Wednesday, July 21, 2021

On the utility of crisis-gaming AI risks

Systems fail because engineers protect the wrong things, or protect the right things in wrong ways.  - Ross Anderson, Security Engineering [Art by Shibara]

Recently, yours truly ran into the use of analytical wargaming as a methodology to address policy problems at the intersectionality of AI risks, cyber security and international politics. While the critics of wargaming do espouse some valid points, it is an exceptionally useful tool when it comes to tackling a very specific kind of problems - where you need to not predict actions but rather anticipate the outcomes and consequences of actions. Because rationality doesn't work well with incomplete information, a lot of predictive research methods don't always work well for these kind of problems either. As forecasters say, quantification is useful but wisdom is more useful.

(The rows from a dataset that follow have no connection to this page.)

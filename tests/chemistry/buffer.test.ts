import { describe, expect, test } from "vitest";
import {
  bufferCapacity,
  bufferComposition,
  bufferModel,
  bufferNeeded,
  pHDrop,
  protonsHeld,
} from "../../src/chemistry/buffer.ts";
import { prepareSystem } from "../../src/chemistry/prepare-system.ts";
import { protonsSetFree, vesselBufferCapacity } from "../../src/chemistry/proton-balance.ts";
import type { BufferRecord } from "../../src/constants/knowledge.ts";
import { expectRelative } from "../expect-relative.ts";
import { zincKnowledge } from "./small-knowledge.ts";

const knowledge = zincKnowledge();
const conditions = { ionicStrengthMolPerL: 0.1, temperatureC: 25 };
const provenance = { source: "made-up", basis: "computed", confidence: "high" } as const;
const ammonia: BufferRecord = {
  id: "ammonia",
  name: "ammonia",
  component: "ammonia",
  counterIon: { charge: -1 },
  kind: "pair",
  pKa: [],
  workingPH: [8.5, 10.5],
  usualMolPerL: [0.05, 0.5],
  provenance,
  precipitates: [],
  incompatible: [],
  special: false,
};
const listed: BufferRecord = {
  ...ammonia,
  component: null,
  pKa: [{ value: 9.3, uncertainty: 0.05, acidCharge: 1, provenance }],
};

describe("buffers", () => {
  const model = bufferModel(knowledge, ammonia, conditions);

  test("capacity is 2.303 C x (1 - x) plus water's ions (Van Slyke)", () => {
    const pH = 9.5;
    const h = 10 ** (-pH - model.log10GammaH);
    const share = 1 / (1 + 10 ** 9.3 * h);
    const expected = Math.LN10 * (0.2 * share * (1 - share) + h + 10 ** model.log10Kw / h);
    expectRelative(bufferCapacity(model, 0.2, pH), expected, 1e-5);
  });

  test("a buffer by its listed pKa is that by its component, where the constants are the same", () => {
    const byList = bufferModel(knowledge, listed, conditions);
    expectRelative(byList.log10BetaH[0]!, model.log10BetaH[0]!, 1e-9);
    expect(byList.baseCharge).toBe(0);
  });

  test("a negatively charged acid moves with ionic strength, ammonium does not", () => {
    const citrateLike = {
      ...listed,
      pKa: [
        { value: 6.4, uncertainty: 0.05, acidCharge: -2, provenance },
        { value: 3.1, uncertainty: 0.05, acidCharge: 0, provenance },
      ],
    };
    const moved = bufferModel(knowledge, citrateLike, conditions);
    expect(moved.log10BetaH).toHaveLength(2);
    expect(moved.log10BetaH[0]!).toBeLessThan(6.4 - 0.5);
    expect(moved.baseCharge).toBe(-3);
  });

  test("forms add up to the amount and the solution is neutral with its inert ions", () => {
    const at = bufferComposition(model, 0.2, 9.8);
    expectRelative(
      at.formsMolPerL.reduce((a, b) => a + b, 0),
      0.2,
      1e-12,
    );
    const charge = at.formsMolPerL[1]! + at.hydrogenMolPerL - at.hydroxideMolPerL;
    expectRelative(at.inertAnionMolPerL, charge, 1e-12);
    expect(at.inertCationMolPerL).toBe(0);
  });

  test("a small drop is the protons over the capacity, and the balance closes for a large one", () => {
    expectRelative(pHDrop(model, 0.2, 9.5, 1e-5), 1e-5 / bufferCapacity(model, 0.2, 9.5), 1e-3);
    const drop = pHDrop(model, 0.02, 10, 0.01);
    expectRelative(protonsHeld(model, 0.02, 10 - drop), protonsHeld(model, 0.02, 10) + 0.01, 1e-9);
    expect(pHDrop(model, 0.2, 9.5, -1e-4)).toBeLessThan(0);
  });

  test("the amount needed just keeps the drop, nothing is needed for no protons, and too many have no answer", () => {
    const needed = bufferNeeded(model, 10, 0.004, 0.1, 1)!;
    expectRelative(pHDrop(model, needed, 10, 0.004), 0.1, 1e-6);
    expect(bufferNeeded(model, 10, 0, 0.1, 1)).toBe(0);
    expect(bufferNeeded(model, 10, 0.5, 0.1, 1)).toBe(null);
  });

  test("a strong acid holds its pH by its own protons", () => {
    const acid = bufferModel(knowledge, { ...ammonia, kind: "strong-acid", component: null }, conditions);
    expectRelative(bufferCapacity(acid, 0.1, 1), Math.LN10 * 10 ** (-1 - acid.log10GammaH), 1e-5);
    expect(bufferComposition(acid, 0.1, 1).formsMolPerL).toEqual([]);
  });

  test("complexation at pH 5 frees two protons per zinc, less what EDTA has lost already", () => {
    const system = prepareSystem(knowledge, ["Zn2+", "EDTA"], conditions, { solids: () => false });
    const h = -5;
    const apart = { system, totals: [0, 0, 0.001] };
    const together = { system, totals: [0, 0.001, 0.001] };
    const freed = protonsSetFree(apart, together, h)!;
    const [b1, b2, b3, b4] = [10.2, 16.3, 19, 21].map((b, n) => 10 ** (b + (n + 1) * h));
    const mean = (b1! + 2 * b2! + 3 * b3! + 4 * b4!) / (1 + b1! + b2! + b3! + b4!);
    expect(mean).toBeGreaterThan(1.9);
    expectRelative(freed, 0.001 * mean, 0.02);
    expectRelative(vesselBufferCapacity({ system, totals: [0, 0, 0] }, h)!, Math.LN10 * 1e-5, 1e-3);
  });
});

Anyways, system engineering principles suggest that it is best practice to build those components first which are most likely to fail or cause failure, so let us first look at the caveats generally associated with wargaming: 

Reproducibility
A bit like the game of chess. While a bunch of independent games may proceed differently, they'd cause over time and iterations the general characteristics inherent in the game to emerge clearly. Wargaming is experimental, but not strictly an experiment. If we approach it as a simulation as it is, the lack of micro-level reproducibility turns out to be a feature and not a bug. 

Rare Events
But a catastrophic risk is infact a very rare event. And the thing about such risk scenarios is that everything is chaotic and nobody knows the truth. Thus gamification based exercises in this context will only simplify reasoning about system behavior, so when the crisis actually happens, decision-makers can navigate the chaos without acting from a point of anxiety and fears. 

Players Matter Too Much
Yes. This is indeed the biggest constraint which will shape how we design our game. Player expertise is paramount and it is best to design a game which explores questions relevant to those expertise. And gaming a crisis is not easy to do, especially without player commitment and appropriate preparations. So game designers and institutions need to atleast agree upon a baseline player capability.     

A basic how-to-go-about gaming crises

In a large sociotechnical environment, sometimes reliable systems can have unreliable components. Identifying those components requires us to develop conceptual models of interaction in that environment. This is exactly what wargaming does, it would reduce the strategic indeterminacy which burdens the AI risk governance efforts. I mean chaos engineering is nice and useful, but mission-critical systems involving intelligent robotics or autonomy and cyberspace need to be as deterministic as possible.

In coming days, edge robots would not only need to gather and store but also trend, time-series, and analyse their data. They would also have their own CI/CD peculiarities. As it is even today, old components in complex legacy products are not easy to replace as there often are third-party microcontrollers and actuators which are no longer in production. Gamification can help us find those weak links. It can also help decision-makers conceptualise differently, for example helping high-level politicians and planers better understand swarms as interoperating IoT instances and not just as lots of flying drones.

Slide from a presentation by Anja van der Hulst, research on forecasting crisis decision making behavior suggests role-play simulations outperforms other methods 

Mainly the main rationale for gamification is to discover structure of solutions - what elements are relevant for policy decisions, what unknown relations exist between these elements, how do player motivations arise and shift, how do actors (and agents) interact, what are the influences of time and exertion etcetera and so on. The Formula-1 teams for example make a really good use of simulations to harden safety. They simulate the vehicle and all its components in almost a digital-twin like fashion, running containerized virtual systems. These simulations reduce time-intensive testing and provide a good cognitive model for engineers and managers to confront unexpected failures. The AI risk community at present is anyways mostly concerned with the hypothetical impacts of statistical mistakes. Crisis-gaming is great for just that sort of thing.